Below is a listing. Set down exactly the lines from the one containing "const unit = unitWords(g.unit" through the one containing "return guardSerial(patch.serial ??", both ends included, and leave out the rest.
______
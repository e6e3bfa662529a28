import "server-only";
import { UniqueConstraintError, type Transaction } from "sequelize";
import type { Attachment, Instrument } from "@/models";
import {
  calibrationStatus,
  instrumentFields,
  withInstrumentRules,
  type InstrumentFields,
  type InstrumentInput,
  type InstrumentPatch,
  type InstrumentRecord,
  type InstrumentUnit,
} from "@/lib/schemas/instrument";
import type { Actor } from "@/lib/schemas/session";
import { unitWords } from "@/lib/domain";
import { recordAudit } from "@/lib/server/log/repo";
import { getSequelize, models } from "@/lib/server/core/db";
import { AppError, invalid, notFound } from "@/lib/server/core/errors";
import { masterProblems, type SettingMasterInput, type SettingMasterRecord } from "@/lib/schemas/setting-master";

// The shop's gauges: the feature's one door to the database, plain objects out.
// U is stored at k = 2 (coverageK stays 2: the form asks for U at k = 2).
const todayUtc = () => new Date().toISOString().slice(0, 10);

/** The setting master on file, or null (a master is on file when its size is). */
function masterOf(g: Instrument): SettingMasterRecord | null {
  if (g.masterSize === null || g.masterSize === undefined) return null;
  return { label: g.masterLabel ?? null, size: Number(g.masterSize), expandedU: Number(g.masterU ?? 0) };
}

function reshape(g: Instrument, today = todayUtc()): InstrumentRecord {
  const cert = (g as Instrument & { certificate?: Attachment | null }).certificate;
  const due = g.calibrationDue ?? today;
  return {
    id: g.id,
    kind: g.kind as InstrumentRecord["kind"],
    label: g.label,
    serial: g.serial,
    unit: g.unit as InstrumentUnit,
    resolution: g.resolution,
    expandedU: g.expandedU,
    coverageK: g.coverageK,
    rangeMin: g.rangeMin ?? null,
    rangeMax: g.rangeMax ?? null,
    calibratedOn: g.calibratedOn ?? "",
    calibrationDue: g.calibrationDue ?? "",
    dialPlusMeansSmaller: g.dialPlusMeansSmaller,
    active: g.active,
    certificate: cert ? { id: cert.id, name: cert.originalName, url: `/api/attachments/${cert.id}` } : null,
    master: masterOf(g),
    ...calibrationStatus(due, today),
  };
}

const withCertificate = () => ({ include: [{ model: models().Attachment, as: "certificate" }] });

// What the audit keeps: the figures that decide verdicts and flags.
const auditView = (g: Instrument) => ({
  kind: g.kind,
  label: g.label,
  serial: g.serial,
  unit: g.unit,
  resolution: g.resolution,
  expandedU: g.expandedU,
  coverageK: g.coverageK,
  rangeMin: g.rangeMin ?? null,
  rangeMax: g.rangeMax ?? null,
  calibratedOn: g.calibratedOn,
  calibrationDue: g.calibrationDue,
  dialPlusMeansSmaller: g.dialPlusMeansSmaller,
  active: g.active,
});

export async function listInstruments(
  shopId: number,
  opts: { includeInactive?: boolean } = {},
): Promise<InstrumentRecord[]> {
  const rows = await models().Instrument.findAll({
    where: { shopId, ...(opts.includeInactive ? {} : { active: true }) },
    order: [
      ["active", "DESC"],
      ["calibrationDue", "ASC"],
      ["label", "ASC"],
    ],
    ...withCertificate(),
  });
  const today = todayUtc();
  return rows.map((g) => reshape(g, today));
}

async function findOrThrow(shopId: number, id: number, t?: Transaction): Promise<Instrument> {
  const g = await models().Instrument.findOne({ where: { id, shopId }, transaction: t, ...withCertificate() });
  if (!g) throw notFound("Gauge");
  return g;
}

export async function getInstrument(shopId: number, id: number): Promise<InstrumentRecord> {
  return reshape(await findOrThrow(shopId, id));
}

function serialTaken(serial: string): AppError {
  return new AppError("conflict", `Serial ${serial} is already registered to another gauge in this shop`, {
    serial: ["Another gauge of this shop has this serial"],
  });
}

/** Unique (shop, serial) is enforced by the database; a race or a repeat becomes a 409 with words. */
async function guardSerial<T>(serial: string, run: () => Promise<T>): Promise<T> {
  try {
    return await run();
  } catch (err) {
    if (err instanceof UniqueConstraintError) throw serialTaken(serial);
    throw err;
  }
}

export async function createInstrument(actor: Actor, input: InstrumentInput): Promise<InstrumentRecord> {
  const sequelize = getSequelize();
  return guardSerial(input.serial, () =>
    sequelize.transaction(async (t) => {
      const g = await models().Instrument.create(
        { ...input, shopId: actor.shopId, coverageK: 2, active: true },
        { transaction: t },
      );
      await recordAudit(t, {
        shopId: actor.shopId,
        userId: actor.userId,
        action: "instrument.registered",
        entityType: "instrument",
        entityId: g.id,
        after: auditView(g),
      });
      return reshape(g);
    }),
  );
}

/** The stored gauge with the edit applied, checked as a whole (unit fits kind, due after calibration). */
function merged(g: Instrument, patch: InstrumentPatch): InstrumentFields {
  const { active: _a, ...fields } = patch;
  const whole = { ...auditView(g), ...fields };
  const parsed = withInstrumentRules(instrumentFields).safeParse(whole);
  if (!parsed.success) throw invalid(parsed.error);
  return parsed.data;
}

/** A master's figures are in the gauge's unit, so the unit changes only once the master is off file. */
function masterInOldUnit(unit: InstrumentUnit): AppError {
  const words =
    `Remove the setting master first (its figures are in ${unitWords(unit)}), ` +
    "then change the unit and put it on file again";
  return new AppError("invalid", words, { unit: [words] });
}

/** A new range must still hold the master on file (masterProblems' own rule), else the range fields say why. */
function masterOutsideRange(
  g: Instrument,
  next: { rangeMin: number | null; rangeMax: number | null },
): AppError | null {
  const master = masterOf(g);
  if (!master) return null;
  const unit = unitWords(g.unit as InstrumentUnit);
  const problem = masterProblems(master, {
    ...next,
    unit: g.unit as InstrumentUnit,
    resolution: Number(g.resolution),
  }).size;
  if (!problem) return null;
  const words =
    `The setting master on file (${master.label ?? "unnamed"}, ${master.size} ${unit}) would fall outside ` +
    `this range; keep ${master.size} ${unit} inside it, or change or remove the master first`;
  const field = next.rangeMax !== null && master.size > next.rangeMax ? "rangeMax" : "rangeMin"; // the end to move
  return new AppError("invalid", words, { [field]: [words] });
}

function actionFor(g: Instrument, patch: InstrumentPatch): string {
  if (patch.active === false && g.active) return "instrument.deactivated";
  if (patch.active === true && !g.active) return "instrument.reactivated";
  return "instrument.updated";
}

export async function updateInstrument(actor: Actor, id: number, patch: InstrumentPatch): Promise<InstrumentRecord> {
  const sequelize = getSequelize();
  return guardSerial(patch.serial ?? "", () =>
    sequelize.transaction(async (t) => {
      const g = await findOrThrow(actor.shopId, id, t);
      const next = merged(g, patch);
      if (next.unit !== g.unit && masterOf(g)) throw masterInOldUnit(g.unit as InstrumentUnit);
      const outside = masterOutsideRange(g, next);
      if (outside) throw outside;
      const before = auditView(g);
      const action = actionFor(g, patch);
      await g.update({ ...next, ...(patch.active !== undefined ? { active: patch.active } : {}) }, { transaction: t });
      await recordAudit(t, {
        shopId: actor.shopId,
        userId: actor.userId,
        action,
        entityType: "instrument",
        entityId: g.id,
        before,
        after: auditView(g),
      });
      return reshape(g);
    }),
  );
}

/**
 * Sets, changes (a master) or removes (null) the gauge's setting master, checked against the gauge's
 * range and step, audited with what it was before. Verdicts never read the master, so nothing is re-judged.
 */
export async function setSettingMaster(
  actor: Actor,
  id: number,
  master: SettingMasterInput | null,
): Promise<InstrumentRecord> {
  return getSequelize().transaction(async (t) => {
    const g = await findOrThrow(actor.shopId, id, t);
    if (master) {
      const gauge = {
        unit: g.unit as InstrumentUnit,
        resolution: g.resolution,
        rangeMin: g.rangeMin,
        rangeMax: g.rangeMax,
      };
      const problems = Object.entries(masterProblems(master, gauge));
      if (problems.length > 0)
        throw new AppError(
          "invalid",
          "The setting master does not fit this gauge",
          Object.fromEntries(problems.map(([field, words]) => [field, [words]])),
        );
    }
    const before = masterOf(g);
    if (!master && !before) return reshape(g); // nothing on file to remove: no change, no audit line
    const next = {
      masterLabel: master?.label ?? null,
      masterSize: master?.size ?? null,
      masterU: master?.expandedU ?? null,
    };
    await g.update(next, { transaction: t });
    await recordAudit(t, {
      shopId: actor.shopId,
      userId: actor.userId,
      action: master ? "instrument.master_set" : "instrument.master_removed",
      entityType: "instrument",
      entityId: g.id,
      before: { master: before },
      after: { master: masterOf(g) },
    });
    return reshape(g);
  });
}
______
### ANSWER FOR THIS EXERCISE:
  const unit = unitWords(g.unit as InstrumentUnit);
  const problem = masterProblems(master, {
    ...next,
    unit: g.unit as InstrumentUnit,
    resolution: Number(g.resolution),
  }).size;
  if (!problem) return null;
  const words =
    `The setting master on file (${master.label ?? "unnamed"}, ${master.size} ${unit}) would fall outside ` +
    `this range; keep ${master.size} ${unit} inside it, or change or remove the master first`;
  const field = next.rangeMax !== null && master.size > next.rangeMax ? "rangeMax" : "rangeMin"; // the end to move
  return new AppError("invalid", words, { [field]: [words] });
}

function actionFor(g: Instrument, patch: InstrumentPatch): string {
  if (patch.active === false && g.active) return "instrument.deactivated";
  if (patch.active === true && !g.active) return "instrument.reactivated";
  return "instrument.updated";
}

export async function updateInstrument(actor: Actor, id: number, patch: InstrumentPatch): Promise<InstrumentRecord> {
  const sequelize = getSequelize();
  return guardSerial(patch.serial ?? "", () =>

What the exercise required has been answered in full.